Entries shown Start Marker

import type { ZipBytes, ZipEntry } from '../documents/zipDirectory.js';
import type { XlsxLimits } from '../limits.js';
import { checkSheetLimits, partsWithinDeclaredLimit, readerFailed, unreadableXlsx } from './xlsxChecks.js';
import { cannotInflate, compressedBeyondDeclared, crc32, DEFLATED, inflatesBeyond, methodNotRead, STORED, storedZipChunks, xlsxDirectory, type ZipOutcome } from './zipParts.js';

/**
 * The first sheet of an .xlsx file whose bytes are already in memory (the
 * web page: the file the user chose, with no path and no Node), read
 * within the same limits and in the same order as the command line's
 * reader of a file on disk (xlsx.ts, whose comment gives the steps):
 * the same directory walker (src/documents/zipDirectory.ts, bytes
 * before the archive refused), the same declared-size, row, column, cell
 * and shared-string checks with the same messages (xlsxChecks.ts), each
 * part inflated no further than its declared size (here by the browser's
 * DecompressionStream, counted chunk by chunk and cancelled past the
 * size), and read-excel-file's browser build handed a stored archive of
 * exactly the checked parts.
 *
 * Where a message depends on the inflater's own words (a part that is not
 * valid deflate data), the browser's words differ from zlib's; every limit
 * and size refusal is word for word the command line's.
 */

/**
 * The bytes of a file as the directory walker reads them. The walker is
 * written against Node's Buffer (readUInt16LE, readUInt32LE, toString);
 * this subclass of Uint8Array gives exactly those, with Buffer's range
 * errors, and its subarrays are of the same class (TypedArray species), so
 * the page walks a zip with the command line's code and no Buffer polyfill.
 */
class LittleEndianBytes extends Uint8Array {
  private checked(at: number, width: number): void {
    if (!Number.isInteger(at) || at < 0 || at + width > this.length) throw new RangeError(`offset ${at} is out of range for ${width} bytes of ${this.length}`);
  }

  readUInt16LE(at: number): number {
    this.checked(at, 2);
    return this[at]! | (this[at + 1]! << 8);
  }

  readUInt32LE(at: number): number {
    this.checked(at, 4);
    return (this[at]! | (this[at + 1]! << 8) | (this[at + 2]! << 16)) + this[at + 3]! * 0x1000000;
  }

  /** Text as Buffer gives it: "utf8" through TextDecoder, "latin1" one character per byte (names of entries: short). */
  override toString(encoding: 'utf8' | 'latin1' = 'utf8', start = 0, end = this.length): string {
    const bytes = this.subarray(start, end);
    if (encoding === 'utf8') return new TextDecoder('utf-8').decode(bytes);
    let text = '';
    for (const byte of bytes) text += String.fromCharCode(byte);
    return text;
  }
}

function bytesOf(data: Uint8Array): ZipBytes {
  const view = new LittleEndianBytes(data.buffer as ArrayBuffer, data.byteOffset, data.byteLength);
  // The walker's reads are typed as Buffer; LittleEndianBytes has every method it calls on them.
  return { size: view.length, read: (position, length) => view.subarray(position, position + length) as unknown as Buffer };
}

/**
 * One entry's data inflated through DecompressionStream("deflate-raw"),
 * cancelled as soon as the output passes the declared size: memory stays
 * within the size (plus one chunk) whatever the data expands to.
 */
async function inflateWithinDeclared(entry: ZipEntry, data: Uint8Array): Promise<ZipOutcome<Uint8Array>> {
  const cap = entry.uncompressedSize;
  const reader = new Blob([data as Uint8Array<ArrayBuffer>]).stream().pipeThrough(new DecompressionStream('deflate-raw')).getReader();
  const chunks: Uint8Array[] = [];
  let total = 0;
  try {
    for (let read = await reader.read(); !read.done; read = await reader.read()) {
      total += read.value.length;
      if (total > cap) {
        await reader.cancel().catch(() => undefined);
        return { ok: false, error: inflatesBeyond(entry) };
      }
      chunks.push(read.value);
    }
  } catch (error) {
    return { ok: false, error: cannotInflate(entry, error instanceof Error ? error.message : String(error)) };
  }
  const inflated = new Uint8Array(total);
  let at = 0;
  for (const chunk of chunks) {
    inflated.set(chunk, at);
    at += chunk.length;
  }
  return { ok: true, value: inflated };
}

/** One entry's bytes, as zipEntries.ts's readZipEntry reads them from a file. */
async function entryBytes(data: Uint8Array, entry: ZipEntry): Promise<ZipOutcome<Uint8Array>> {
  if (entry.method !== STORED && entry.method !== DEFLATED) return { ok: false, error: methodNotRead(entry) };
  if (compressedBeyondDeclared(entry)) return { ok: false, error: inflatesBeyond(entry) };
  // The walk checked the local header and that the data ends inside the file.
  const raw = data.subarray(entry.dataStart, entry.dataStart + entry.compressedSize);
  if (entry.method === STORED) return { ok: true, value: raw };
  return inflateWithinDeclared(entry, raw);
}

/** The parts the reader would unpack, within the size limit. */
async function unpackWithinLimit(data: Uint8Array, file: string, limits: XlsxLimits): Promise<Map<string, Uint8Array>> {
  const directory = xlsxDirectory(bytesOf(data));
  if (!directory.ok) throw unreadableXlsx(file, directory.error);
  const wanted = partsWithinDeclaredLimit(file, directory.value, limits);
  const parts = new Map<string, Uint8Array>();
  for (const entry of wanted) {
    const part = await entryBytes(data, entry);
    if (!part.ok) throw unreadableXlsx(file, part.error);
    parts.set(entry.name, part.value);
  }
  return parts;
}

/** The first sheet of an .xlsx file's bytes as rows of cells, after the limits are checked; a RefitError naming the file otherwise. */
export async function readXlsxBytes(data: Uint8Array, file: string, limits: XlsxLimits): Promise<unknown[][]> {
  const parts = await unpackWithinLimit(data, file, limits);
  checkSheetLimits(file, parts, limits);
  try {
    // Loaded on demand; the browser build parses XML with the browser's own DOMParser.
    const { readSheet } = await import('read-excel-file/browser');
    const archive = new Blob(storedZipChunks(parts, crc32) as Uint8Array<ArrayBuffer>[]);
    return (await readSheet(archive, { parseNumber: (s: string) => s })) as unknown[][];
  } catch (error) {
    throw readerFailed(file, error);
  }
}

Entries shown End Marker

## Exercise objective
Beginning with the first line above, transcribe all of the data exactly.

## Task output
import type { ZipBytes, ZipEntry } from '../documents/zipDirectory.js';
import type { XlsxLimits } from '../limits.js';
import { checkSheetLimits, partsWithinDeclaredLimit, readerFailed, unreadableXlsx } from './xlsxChecks.js';
import { cannotInflate, compressedBeyondDeclared, crc32, DEFLATED, inflatesBeyond, methodNotRead, STORED, storedZipChunks, xlsxDirectory, type ZipOutcome } from './zipParts.js';

/**
 * The first sheet of an .xlsx file whose bytes are already in memory (the
 * web page: the file the user chose, with no path and no Node), read
 * within the same limits and in the same order as the command line's
 * reader of a file on disk (xlsx.ts, whose comment gives the steps):
 * the same directory walker (src/documents/zipDirectory.ts, bytes
 * before the archive refused), the same declared-size, row, column, cell
 * and shared-string checks with the same messages (xlsxChecks.ts), each
 * part inflated no further than its declared size (here by the browser's
 * DecompressionStream, counted chunk by chunk and cancelled past the
 * size), and read-excel-file's browser build handed a stored archive of
 * exactly the checked parts.
 *
 * Where a message depends on the inflater's own words (a part that is not
 * valid deflate data), the browser's words differ from zlib's; every limit
 * and size refusal is word for word the command line's.
 */

/**
 * The bytes of a file as the directory walker reads them. The walker is
 * written against Node's Buffer (readUInt16LE, readUInt32LE, toString);
 * this subclass of Uint8Array gives exactly those, with Buffer's range
 * errors, and its subarrays are of the same class (TypedArray species), so
 * the page walks a zip with the command line's code and no Buffer polyfill.
 */
class LittleEndianBytes extends Uint8Array {
  private checked(at: number, width: number): void {
    if (!Number.isInteger(at) || at < 0 || at + width > this.length) throw new RangeError(`offset ${at} is out of range for ${width} bytes of ${this.length}`);
  }

  readUInt16LE(at: number): number {
    this.checked(at, 2);
    return this[at]! | (this[at + 1]! << 8);
  }

  readUInt32LE(at: number): number {
    this.checked(at, 4);
    return (this[at]! | (this[at + 1]! << 8) | (this[at + 2]! << 16)) + this[at + 3]! * 0x1000000;
  }

  /** Text as Buffer gives it: "utf8" through TextDecoder, "latin1" one character per byte (names of entries: short). */
  override toString(encoding: 'utf8' | 'latin1' = 'utf8', start = 0, end = this.length): string {
    const bytes = this.subarray(start, end);
    if (encoding === 'utf8') return new TextDecoder('utf-8').decode(bytes);
    let text = '';
    for (const byte of bytes) text += String.fromCharCode(byte);
    return text;
  }
}

function bytesOf(data: Uint8Array): ZipBytes {
  const view = new LittleEndianBytes(data.buffer as ArrayBuffer, data.byteOffset, data.byteLength);
  // The walker's reads are typed as Buffer; LittleEndianBytes has every method it calls on them.
  return { size: view.length, read: (position, length) => view.subarray(position, position + length) as unknown as Buffer };
}

/**
 * One entry's data inflated through DecompressionStream("deflate-raw"),
 * cancelled as soon as the output passes the declared size: memory stays
 * within the size (plus one chunk) whatever the data expands to.
 */
async function inflateWithinDeclared(entry: ZipEntry, data: Uint8Array): Promise<ZipOutcome<Uint8Array>> {
  const cap = entry.uncompressedSize;
  const reader = new Blob([data as Uint8Array<ArrayBuffer>]).stream().pipeThrough(new DecompressionStream('deflate-raw')).getReader();
  const chunks: Uint8Array[] = [];
  let total = 0;
  try {
    for (let read = await reader.read(); !read.done; read = await reader.read()) {
      total += read.value.length;
      if (total > cap) {
        await reader.cancel().catch(() => undefined);
        return { ok: false, error: inflatesBeyond(entry) };
      }
      chunks.push(read.value);
    }
  } catch (error) {
    return { ok: false, error: cannotInflate(entry, error instanceof Error ? error.message : String(error)) };
  }
  const inflated = new Uint8Array(total);
  let at = 0;
  for (const chunk of chunks) {
    inflated.set(chunk, at);
    at += chunk.length;
  }
  return { ok: true, value: inflated };
}

/** One entry's bytes, as zipEntries.ts's readZipEntry reads them from a file. */
async function entryBytes(data: Uint8Array, entry: ZipEntry): Promise<ZipOutcome<Uint8Array>> {
  if (entry.method !== STORED && entry.method !== DEFLATED) return { ok: false, error: methodNotRead(entry) };
  if (compressedBeyondDeclared(entry)) return { ok: false, error: inflatesBeyond(entry) };
  // The walk checked the local header and that the data ends inside the file.
  const raw = data.subarray(entry.dataStart, entry.dataStart + entry.compressedSize);
  if (entry.method === STORED) return { ok: true, value: raw };
  return inflateWithinDeclared(entry, raw);
}

/** The parts the reader would unpack, within the size limit. */
async function unpackWithinLimit(data: Uint8Array, file: string, limits: XlsxLimits): Promise<Map<string, Uint8Array>> {
  const directory = xlsxDirectory(bytesOf(data));
  if (!directory.ok) throw unreadableXlsx(file, directory.error);
  const wanted = partsWithinDeclaredLimit(file, directory.value, limits);
  const parts = new Map<string, Uint8Array>();
  for (const entry of wanted) {
    const part = await entryBytes(data, entry);
    if (!part.ok) throw unreadableXlsx(file, part.error);
    parts.set(entry.name, part.value);
  }
  return parts;
}

/** The first sheet of an .xlsx file's bytes as rows of cells, after the limits are checked; a RefitError naming the file otherwise. */
export async function readXlsxBytes(data: Uint8Array, file: string, limits: XlsxLimits): Promise<unknown[][]> {
  const parts = await unpackWithinLimit(data, file, limits);
  checkSheetLimits(file, parts, limits);
  try {
    // Loaded on demand; the browser build parses XML with the browser's own DOMParser.
    const { readSheet } = await import('read-excel-file/browser');
    const archive = new Blob(storedZipChunks(parts, crc32) as Uint8Array<ArrayBuffer>[]);
    return (await readSheet(archive, { parseNumber: (s: string) => s })) as unknown[][];
  } catch (error) {
    throw readerFailed(file, error);
  }
}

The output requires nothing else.